The following paper assesses Morocco and the opportunities and risks for foreign direct investment in that country. Political and economic risks are discussed, and specific sectors which are ideal for foreign direct investment are identified.

Morocco: An Assessment of Opportunities and Risks for Foreign Direct Investment Executive Summary
The following analysis reviews Morocco as well as risks and opportunities for foreign direct investment (FDI) in the country. The report provides a political risk assessment as well as trade facts, agreements, and reform measures. Three specific sectors which are ideal for foreign direct investment are also identified.

From a political and policy standpoint, Morocco is an ideal country for FDI. The government is relatively stable and supportive of the US government.

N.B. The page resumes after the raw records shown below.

// Iterative refinement (J.H. Wilkinson, 1963): the factor's answer is improved by the factor's answer to its own residual.

import { solveFactor, type Factor, type Symbolic } from './cholesky.ts'

export interface Refined {
  readonly x: Float64Array
  /** |Kx - f| / (|K| |x| + |f|), maximum norms, over the dofs that are not fixed. */
  readonly residual: number
  readonly steps: number
}

const MOST_STEPS = 5

/** Solution of K x = f with x = 0 at the fixed dofs, refined until the residual no longer falls. */
export function solveRefined(
  symbolic: Symbolic,
  elements: readonly Float64Array[],
  fixed: Uint8Array,
  factor: Factor,
  load: Float64Array
): Refined {
  const f = load.map((value, dof) => (fixed[dof] ? 0 : value))
  const norm = rowSumNorm(symbolic, elements)
  const size = maximum(f)
  const evaluate = (x: Float64Array) => {
    const r = subtractProduct(symbolic, elements, fixed, f, x)
    return { x, r, residual: size === 0 ? 0 : maximum(r) / (norm * maximum(x) + size) }
  }
  let best = evaluate(solveFactor(factor, f))
  let steps = 0
  while (steps < MOST_STEPS) {
    const change = solveFactor(factor, best.r)
    const next = evaluate(best.x.map((value, dof) => value + change[dof]))
    steps++
    if (!(next.residual < 0.5 * best.residual)) break
    best = next
  }
  return { x: best.x, residual: best.residual, steps }
}

/** f - K x at the dofs that are not fixed, 0 at the others. */
function subtractProduct(
  { cliqueDofs }: Symbolic,
  elements: readonly Float64Array[],
  fixed: Uint8Array,
  f: Float64Array,
  x: Float64Array
): Float64Array {
  const r = f.slice()
  elements.forEach((matrix, e) => {
    const dofs = cliqueDofs[e]
    const n = dofs.length
    for (let i = 0; i < n; i++) {
      let sum = 0
      for (let j = 0; j < n; j++) sum += matrix[i * n + j] * x[dofs[j]]
      r[dofs[i]] -= sum
    }
  })
  fixed.forEach((held, dof) => {
    if (held) r[dof] = 0
  })
  return r
}

/** An upper bound of the maximum row sum: the element matrices' absolute row sums, added. */
function rowSumNorm({ n, cliqueDofs }: Symbolic, elements: readonly Float64Array[]): number {
  const sums = new Float64Array(n)
  elements.forEach((matrix, e) => {
    const dofs = cliqueDofs[e]
    for (let i = 0; i < dofs.length; i++) {
      for (let j = 0; j < dofs.length; j++) sums[dofs[i]] += Math.abs(matrix[i * dofs.length + j])
    }
  })
  return maximum(sums)
}

function maximum(array: Float64Array): number {
  let largest = 0
  for (const value of array) largest = Math.max(largest, Math.abs(value))
  return largest
}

Though Morocco’s legal system is also open to foreign investment, enforcement and corruption continue to be major competitive disadvantages to doing business in the country. Additionally, a complex tax system and high rates constrain business opportunities.

In 2005, Morocco entered into a free trade agreement (FTA) with the United States. This FTA has dramatically reduced tariffs on consumer and industrial products. As a result, many investment opportunities have been created. Morocco has also agreed to publish current trade and investment laws, outlaw bribery, and offer intellectual property rights which parallel those received under US law.

Morocco is a country with great economic potential. It is an ideal site for investors looking for inexpensive production, but tolerant of volatility. The FTA has pressured Morocco to both improve and accelerate reform measures. As a result, risks associated with FDI in Morocco have decreased substantially. As this trend continues, Morocco will develop into a center of international trade and FDI in Northern Africa. 1.0 Introduction to Morocco (Geography & Language)

Morocco (officially known as the Kingdom of Morocco) is situated in northwestern Africa. Morocco has over 2,000 miles of coastline, stretching from the Atlantic Ocean, past the Strait of Gibraltar into the Mediterranean Sea. It shares international borders with Spain to the north (both via a water border and land borders with multiple Spanish enclaves), Algeria to the east, and Mauritania to the south (via the Western Sahara). Morocco is slightly larger than the state of California (US Department of State, Morocco). Morocco is the third most populous Arabic country, following Egypt and Sudan (CIA, The World Factbook – Morocco). The population was estimated at 34 million in July 2008 (CIA, The World Factbook – Morocco). The official language is classical Arabic, though the country uses a distinctive tongue called Dareeja or Moroccan Arabic. Additionally, Berber dialects are spoken in rural areas. Though not an official language, French is taught in schools and used throughout government, commerce, and economics. Effective in late 2002, a national education reform provides for English instruction beginning in the fourth year of schooling. French, however, will remain the “unofficial second language” due to Morocco’s close social and economic ties with France and other Francophone countries. 2.0 Political Risk Assessment Factors for Inward FDI to Morocco Political Structure – Morocco is a constitutional, pro-western monarchy. There are no serious challenges to the rule of King Mohammad IV, and his government is seen as relatively stable. Mohammad IV still controls the ministries of defense, foreign affairs, the interior, as well as the parliament, which remains weak (Economist Country Briefing). In general, other political parties in the government do not have strong bases. However, the opposition Islamist party “Parti de la Justice”, which has the second largest number of seats in Parliament, has...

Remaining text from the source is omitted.